The Role of I1‐Imidazoline Receptors and a2‐Adrenergic Receptors in the Modulation of Glucose and Lipid Metabolism in the SHROB Model of Metabolic Syndrome X

: Hypertension is commonly accompanied by obesity, hyperlipidemia, and insulin resistance in humans, a cluster of abnormalities known as metabolic syndrome X. With the notable exception of inhibitors of the renin-angiotensin system, which have mildly beneficial effects on insulin resistance, most antihypertensive agents worsen one or more components of metabolic syndrome X. Second-generation centrally acting antihypertensive agents such as rilmenidine and moxonidine have mixed effects on components of metabolic syndrome X, which might reflect in part actions on two different receptors: I1-imidazoline and a2-adrenergic. Using a rat model of metabolic syndrome X, we sought to separate the influence of these two receptors on glucose and lipid metabolism by using selective antagonists. Rilmenidine and moxonidine acutely raised glucose and lowered insulin, thereby further worsening glucose tolerance. These effects were entirely mediated by a2-adrenergic receptors. Rilmenidine and moxonidine also lowered glucagon, an effect that was mediated solely by I1-imidazoline receptors since it was potentiated by a2-blockade, but eliminated in the presence of I1-antagonists. Lowering of triglyceride and cholesterol levels followed the same pattern as glucagon, implicating I1-imidazoline receptors in lipid-lowering actions.

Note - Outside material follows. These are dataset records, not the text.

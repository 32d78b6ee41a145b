"""Where an element, model or parameter stands, and how its value came about, as text."""

from __future__ import annotations

from collections.abc import Iterable, Iterator

from msgspec import Struct

from tauledger.circuit import ADDED, Element, Model, fold
from tauledger.errors import InputError
from tauledger.netlist.diagnostics import nearest, visible
from tauledger.netlist.elaborate import Elaborated, instance_context
from tauledger.netlist.formulas import Behaviour, Formula, names
from tauledger.netlist.items import Item, Setting, Value, Word, flattened, width
from tauledger.netlist.netlist import Netlist, place
from tauledger.netlist.scopes import Binding, Scope, find
from tauledger.netlist.writer import element_names

_UNIT = {"R": "ohm", "C": "F", "L": "H"}


class _Step(Struct, frozen=True):
    """One parameter on the way to a value: as whom it was asked for, its definition, its scope, how deep it lies."""

    name: str
    binding: Binding
    scope: Scope
    depth: int


def origin(netlist: Netlist, elaborated: Elaborated, name: str) -> str:
    """Say where the element, model or parameter of a flat name stands and how its value came about.

    A parameter of an instance is X1.name. Raises InputError with the nearest name where nothing is called so.
    """
    circuit = elaborated.circuit
    key = fold(name.strip())
    written = {fold(card): flat for flat, card in element_names(circuit).items()}
    flat = written.get(key, key)
    found: list[str] = []
    for k, passive in enumerate(circuit.passives.name):
        if fold(passive) == flat:
            value = f"value {float(circuit.passives.value[k]):.6g} {_UNIT[circuit.passives.kind[k]]}"
            card, path = int(circuit.passives.card[k]), int(circuit.passives.path[k])
            found += _of_card(netlist, elaborated, passive, card, path, [value])
    for element in circuit.elements:
        if fold(element.name) == flat:
            found += _of_card(netlist, elaborated, element.name, element.card, element.path, _of_element(element))
    for model in circuit.models:
        if fold(model.name) == key:
            head = f"model {model.name}"
            found += _of_card(netlist, elaborated, head, model.card, model.path, _of_model(model))
    found += _of_parameter(netlist, elaborated, key)
    if not found:
        known = [*circuit.passives.name, *(e.name for e in circuit.elements), *(m.name for m in circuit.models)]
        known += _parameters(elaborated)
        raise InputError(f"no element, model or parameter is called {visible(name)!r}", nearest(name, known))
    return "\n".join(found) + "\n"


def _of_element(element: Element) -> list[str]:
    told = [f"{name}={value:.6g}" for name, value in element.parameters]
    lines = [", ".join(told)] if told else []
    return ([f"model {element.model}"] if element.model else []) + lines


def _of_model(model: Model) -> list[str]:
    level = f", level {model.level}" if model.level != 1 else ""
    told = ", ".join(f"{name}={value:.6g}" for name, value in model.parameters)
    return [f"type {model.type}{level}", *([told] if told else [])]


def _of_card(netlist: Netlist, elaborated: Elaborated, head: str, card: int, path: int, facts: list[str]) -> list[str]:
    if card == ADDED:
        return [f"{visible(head)}: added from outside of the netlist", *(f"  {fact}" for fact in facts)]
    at = place(netlist, card)
    lines = [f"{visible(head)}  {visible(at.file)}:{at.line}", f"  {visible(netlist.cards[card].text)}"]
    lines += [f"  {where}" for where in instance_context(netlist, elaborated.circuit, path)]
    lines += [f"  {visible(fact)}" for fact in facts]
    scope = elaborated.scopes[path]
    return lines + [_told(step) for step in _steps(_mentioned(netlist.items[card]), scope, scope, 0, [])]


def _of_parameter(netlist: Netlist, elaborated: Elaborated, key: str) -> list[str]:
    """Tell of a parameter: of the netlist by its name, of an instance as X1.name."""
    head, _, last = key.rpartition(".")
    for path, instance in enumerate(elaborated.circuit.instances):
        scope = elaborated.scopes[path]
        if fold(instance.name) != head or last not in scope.bindings:
            continue
        steps = list(_steps([last], scope, scope, 0, []))
        first = f"parameter {steps[0].binding.setting.name.text}"
        inside = [f"  {where}" for where in instance_context(netlist, elaborated.circuit, path)]
        return [first, *inside, *map(_told, steps)]
    return []


def _parameters(elaborated: Elaborated) -> Iterator[str]:
    for instance, scope in zip(elaborated.circuit.instances, elaborated.scopes, strict=True):
        for binding in scope.bindings.values():
            yield f"{instance.name}.{binding.setting.name.text}" if instance.name else binding.setting.name.text


def _mentioned(items: Iterable[Item]) -> Iterator[str]:
    """Run through the folded names that a card's values mention, each as it comes."""
    for item in flattened(items):
        value = item.value if isinstance(item, Setting) else item
        yield from _in_value(value)


def _in_value(value: Value) -> Iterator[str]:
    if isinstance(value, Formula | Behaviour):
        yield from map(fold, names(value.tree))
    elif isinstance(value, Word):
        yield fold(value.text)


def _steps(
    wanted: Iterable[str], scope: Scope, start: Scope, depth: int, seen: list[tuple[int, str]]
) -> Iterator[_Step]:
    """Follow names to their definitions, depth first, each definition once."""
    for name in wanted:
        here: Scope | None = start
        while here is not None and name not in here.bindings:
            here = here.outer
        if here is None or (id(here), name) in seen:
            continue
        seen.append((id(here), name))
        binding = here.bindings[name]
        yield _Step(name, binding, here, depth)
        if name in here.fixed:
            continue
        for inner in dict.fromkeys(_in_value(binding.setting.value)):
            # A definition that names itself means what is defined outside.
            begin = here.outer if inner == name and here.outer is not None else here
            yield from _steps([inner], scope, begin, depth + 1, seen)


def _told(step: _Step) -> str:
    value = find(step.scope, step.name)
    setting, card = step.binding.setting, step.binding.site.card
    text = card.text[setting.name.at : setting.value.at + width(setting.value)]
    how = "set from outside of the netlist" if step.name in step.scope.fixed else f"{text}  {step.binding.site.where}"
    number = "no number" if value is None else f"{value:.9g}"
    return f"  {'  ' * step.depth}{visible(setting.name.text)} = {number}  {visible(how)}"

Chronic treatment with moxonidine reproduced the beneficial effects on glucagon and lipids while the acute hyperglycemic response did not persist. Thus, a2-adrenergic receptors mediate an acute deterioration of glucose tolerance, whereas in contrast I1-imidazoline receptors appear to mediate the persistent long-term improvements in glucose tolerance. The therapeutic action of I1-imidazoline agonists may be primarily mediated through reduced glucagon secretion.